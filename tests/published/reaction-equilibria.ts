/** Published equilibrium constants and equilibria to test against, each with its source. */

/**
 * Gas-phase constants of ammonia, 1/2 N2 + 3/2 H2 = NH3, atm^-1: the printed formula at round temperatures.
 * L. J. Gillespie & J. A. Beattie, Phys. Rev. 36 (1930) 743-753.
 */
export const gillespieBeattie: readonly (readonly [degC: number, Ka: number])[] = [
  [200, 0.545505],
  [300, 0.0614391],
  [400, 0.0125665],
  [450, 0.00660741],
  [500, 0.00374943],
  [600, 0.00144619],
  [700, 0.000670733],
];

/**
 * K for N2 + 3 H2 = 2 NH3, atm^-2, table of general-chemistry textbooks (Zumdahl and others).
 * 450 and 550 degC: from memory.
 */
export const textbookAmmonia: readonly (readonly [degC: number, K: number])[] = [
  [300, 0.00434],
  [400, 0.000164],
  [450, 4.51e-5],
  [500, 1.45e-5],
  [550, 5.38e-6],
  [600, 2.25e-6],
];

/**
 * Methanol and reverse shift: [degC, K(CO + 2 H2) 1986, 2016 in bar^-2, K(CO2 + H2 = CO + H2O) 1986, 2016,
 * K(CO2 + 3 H2) 1986, 2016 in bar^-2], the printed formulas at round temperatures.
 * G. H. Graaf et al., Chem. Eng. Sci. 41 (1986) 2883-2890;
 * G. H. Graaf & J. G. M. Winkelman, Ind. Eng. Chem. Res. 55 (2016) 5854-5864.
 */
export const graaf: readonly (readonly [number, number, number, number, number, number, number])[] = [
  [200, 0.01739, 0.01773, 0.004444, 0.004324, 7.726e-5, 7.667e-5],
  [220, 0.006306, 0.006513, 0.00669, 0.006531, 4.219e-5, 4.253e-5],
  [250, 0.001593, 0.001657, 0.01165, 0.01139, 1.856e-5, 1.887e-5],
  [280, 0.0004671, 0.0004841, 0.01911, 0.01864, 8.929e-6, 9.025e-6],
  [300, 0.0002214, 0.0002279, 0.02583, 0.02511, 5.72e-6, 5.723e-6],
];

/** CO + H2O = CO2 + H2. J. M. Moe, Chem. Eng. Prog. 58 (1962) 33. */
export const moe: readonly (readonly [degC: number, K: number])[] = [
  [200, 209.6],
  [300, 38.75],
  [400, 11.83],
  [500, 4.909],
  [600, 2.491],
];

/**
 * SO2 + 1/2 O2 = SO3, atm^-1/2: [degC, Eklund, King].
 * R. Eklund, The Rate of Oxidation of Sulphur Dioxide, Stockholm 1956;
 * M. King, M. Moats & W. G. Davenport, Sulfuric Acid Manufacture, 2nd ed. 2013 (from memory).
 */
export const sulphurTrioxide: readonly (readonly [number, number, number])[] = [
  [400, 483.5, 564.37],
  [450, 149.74, 167.33],
  [500, 53.968, 58.061],
  [550, 22.018, 22.911],
  [600, 9.9541, 10.056],
];

/**
 * CH4 + H2O = CO + 3 H2, bar^2: exp(30.114 - 26830/T). M. V. Twigg (ed.), Catalyst Handbook, 2nd ed. 1989.
 */
export const twigg: readonly (readonly [degC: number, K: number])[] = [
  [400, 5.868e-5],
  [600, 0.5413],
  [800, 166.1],
  [900, 1400],
];

/**
 * K from the polynomials of B. J. McBride, S. Gordon & M. A. Reno, NASA TM-4513 (1993), 1 bar, graphite (from memory):
 * [degC, CH4 + H2O = CO + 3 H2, C + CO2 = 2 CO, C + H2O = CO + H2, CH4 = C + 2 H2].
 */
export const nasaCarbon: readonly (readonly [number, number, number, number, number])[] = [
  [300, 6.763e-8, 3.401e-7, 1.387e-5, 0.004876],
  [500, 0.009974, 0.004116, 0.02107, 0.4735],
  [700, 12.56, 1.0, 1.612, 7.795],
  [900, 1452, 35.93, 28.22, 51.46],
  [1100, 42520, 440.6, 213.9, 198.8],
];

/**
 * Coal gasifier with solid carbon: 0.5 CO2 + 1.881 N2 + 1 H2O over carbon, 20 bar; K of C + CO2 = 2 CO and of
 * C + H2O = CO + H2 with the extents, [T, Ka, Kb, extent a, extent b, y H2, y CO, y H2O, y CO2, y N2].
 * J. M. Smith, H. C. Van Ness & M. M. Abbott, Introduction to Chemical Engineering Thermodynamics, Example 13.13.
 */
export const gasifier: readonly (readonly number[])[] = [
  [1000, 1.758, 2.561, -0.0506, 0.5336, 0.138, 0.112, 0.121, 0.143, 0.487],
  [1100, 11.405, 11.219, 0.121, 0.7124, 0.169, 0.227, 0.068, 0.09, 0.446],
  [1200, 53.155, 38.609, 0.3168, 0.8551, 0.188, 0.327, 0.032, 0.04, 0.413],
  [1300, 194.79, 110.064, 0.4302, 0.9357, 0.197, 0.378, 0.014, 0.015, 0.396],
  [1400, 583.343, 268.764, 0.4738, 0.9713, 0.201, 0.398, 0.006, 0.005, 0.39],
  [1500, 1514.118, 583.577, 0.4895, 0.9863, 0.203, 0.405, 0.003, 0.002, 0.387],
];

/**
 * Shift at 1100 K, K = 1 (case g: 1650 K, ln K = -1.15): feed CO, H2O, CO2, N2, bar, ln K, share of the steam reacted.
 * Smith, Van Ness & Abbott, Example 13.5.
 */
export const shiftCases: readonly (readonly [
  string,
  number,
  number,
  number,
  number,
  number,
  number,
  number,
])[] = [
  ['a', 1, 1, 0, 0, 1, 0, 0.5],
  ['b', 1, 1, 0, 0, 10, 0, 0.5],
  ['c', 1, 1, 0, 2, 1, 0, 0.5],
  ['d', 1, 2, 0, 0, 1, 0, 0.333],
  ['e', 2, 1, 0, 0, 1, 0, 0.667],
  ['f', 1, 1, 1, 0, 1, 0, 0.333],
  ['g', 1, 1, 0, 0, 1, -1.15, 0.36],
];

/**
 * Reforming at 1 bar, CH4:H2O = 1:5, K = 0.574 (to CO) and 2.21 (shift): mole fractions at equilibrium.
 * K. V. Narayanan, A Textbook of Chemical Engineering Thermodynamics, Example 9.23.
 */
export const reforming = { CH4: 0.01124, H2O: 0.4416, CO: 0.03569, H2: 0.43059, CO2: 0.08088 };

/**
 * Derived by us from the Graaf-Winkelman constants, ideal gas (regression values, not published):
 * [degC, bar, CO conversion of CO + 2 H2, CO2 conversion and methanol yield of CO2 + 3 H2,
 * mol % methanol, CO conversion, CO2 conversion of 10 CO, 8 CO2, 70 H2, 12 inert].
 */
export const methanolConversions: readonly (readonly number[])[] = [
  [220, 50, 0.6979, 0.2814, 0.2442, 12.087, 0.8398, 0.167],
  [240, 75, 0.6843, 0.308, 0.2616, 12.162, 0.8164, 0.2023],
  [250, 100, 0.6998, 0.336, 0.2891, 12.822, 0.8283, 0.2403],
  [260, 50, 0.4333, 0.2385, 0.1307, 6.662, 0.4837, 0.1302],
  [280, 100, 0.5313, 0.2993, 0.1988, 8.967, 0.601, 0.1991],
];

/**
 * SO2 conversion of converter gas, balance N2, derived by us (regression values, not published):
 * [% SO2, % O2, degC, Eklund 1 atm, NASA TM-4513 1 atm, Eklund 1.2 bar].
 */
export const sulphurConversions: readonly (readonly [number, number, number, number, number, number])[] = [
  [10, 11, 400, 0.9919, 0.993, 0.9925],
  [10, 11, 500, 0.9329, 0.9372, 0.9379],
  [10, 11, 600, 0.7331, 0.735, 0.7484],
  [7, 11, 450, 0.9767, 0.9791, 0.9786],
  [7, 11, 550, 0.8633, 0.8677, 0.8728],
  [12, 9, 425, 0.9796, 0.9821, 0.9812],
  [12, 9, 575, 0.7594, 0.7633, 0.773],
  [8, 12.4, 475, 0.9634, 0.9665, 0.9663],
];

/**
 * Adiabatic first bed, 10 % SO2, 11 % O2, 79 % N2 from 690 K at 1.2 bar: conversion 0.692, 893 K.
 * King, Moats & Davenport 2013, chapter 12 (from memory).
 */
export const sulphurBed = { conversion: 0.692, outletK: 893 };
◆ ◆ ◆ ◆
■ Work instructions: Note down each line above where the word "printed" occurs.

■ Task answer:
 * Gas-phase constants of ammonia, 1/2 N2 + 3/2 H2 = NH3, atm^-1: the printed formula at round temperatures.
 * K(CO2 + 3 H2) 1986, 2016 in bar^-2], the printed formulas at round temperatures.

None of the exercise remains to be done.